OFFICE OF FISCAL ANALYSIS

Legislative Office Building, Room 5200

Hartford, CT 06106 (860) 240-0200

http: //www.cga.ct.gov/ofa

SB-913

AN ACT MANDATING EMPLOYERS PROVIDE PAID SICK LEAVE TO EMPLOYEES.

AMENDMENT

LCO No.: 7903

File Copy No.: 76

House Calendar No.: 555

Senate Calendar No.: 97

OFA Fiscal Note

State Impact:

Agency Affected

Fund-Effect

FY 12 $

FY 13 $

Department of Revenue Services

GF - Revenue Loss

$40.5 million

$40.5 million

Comptroller Misc. Accounts (Unemployment Benefits)

GF - See Below

See Below

See Below

Labor Dept.

GF - Cost

65, 000

65, 000

Comptroller Misc. Accounts (Fringe Benefits) 1

GF - Cost

15, 444

15, 444

Note: GF=General Fund

Municipal Impact: None

Explanation

The amendment segregates revenue from the Business Entity Tax for the purposes of: 1) establishing a “Paid Sick Leave Reimbursement Fund”, and 2) the payment of federal unemployment compensation obligations which are estimated at $809, 875, 582 as of May 25, 2011. This results in a General Fund revenue loss of approximately $40.5 million annually and a reduction of $20.25 million annually in the state's federal liability for the insolvency of the unemployment compensation fund.

The Department of Labor will incur costs of $65, 000, plus fringe benefits of $15, 444, to administer reimbursements from the “Paid Sick Leave Reimbursement Fund” to employers for the wages of a replacement worker who is performing the work normally performed by a service worker using sick leave.

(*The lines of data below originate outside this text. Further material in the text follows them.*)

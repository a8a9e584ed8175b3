import { DestroyRef, effect, type ElementRef, inject, type Signal, signal } from '@angular/core';

export interface Size {
  readonly width: number;
  readonly height: number;
}

/** The inner size of an element, kept up to date; 0 × 0 until it stands on the page. To be called where `inject` may be. */
export function elementSize(element: Signal<ElementRef<HTMLElement> | undefined>): Signal<Size> {
  const size = signal<Size>({ width: 0, height: 0 });
  const observer = new ResizeObserver(([entry]) => {
    if (!entry) return;
    const width = Math.floor(entry.contentRect.width);
    const height = Math.floor(entry.contentRect.height);
    size.update((former) => (former.width === width && former.height === height ? former : { width, height }));
  });
  effect(() => {
    observer.disconnect();
    const host = element();
    if (host) observer.observe(host.nativeElement);
  });
  inject(DestroyRef).onDestroy(() => observer.disconnect());
  return size.asReadonly();
}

The preceding Fiscal Impact statement is prepared for the benefit of the members of the General Assembly, solely for the purposes of information, summarization and explanation and does not represent the intent of the General Assembly or either chamber thereof for any purpose. In general, fiscal impacts are based upon a variety of informational sources, including the analyst's professional knowledge. Whenever applicable, agency data is consulted as part of the analysis, however final products do not necessarily reflect an assessment from any specific department.

1 The fringe benefit costs for most state employees are budgeted centrally in accounts administered by the Comptroller. The estimated non-pension fringe benefit cost associated with personnel changes is 23.76% of payroll in FY 12 and FY 13. In addition, there could be an impact to potential liability for the applicable state pension funds.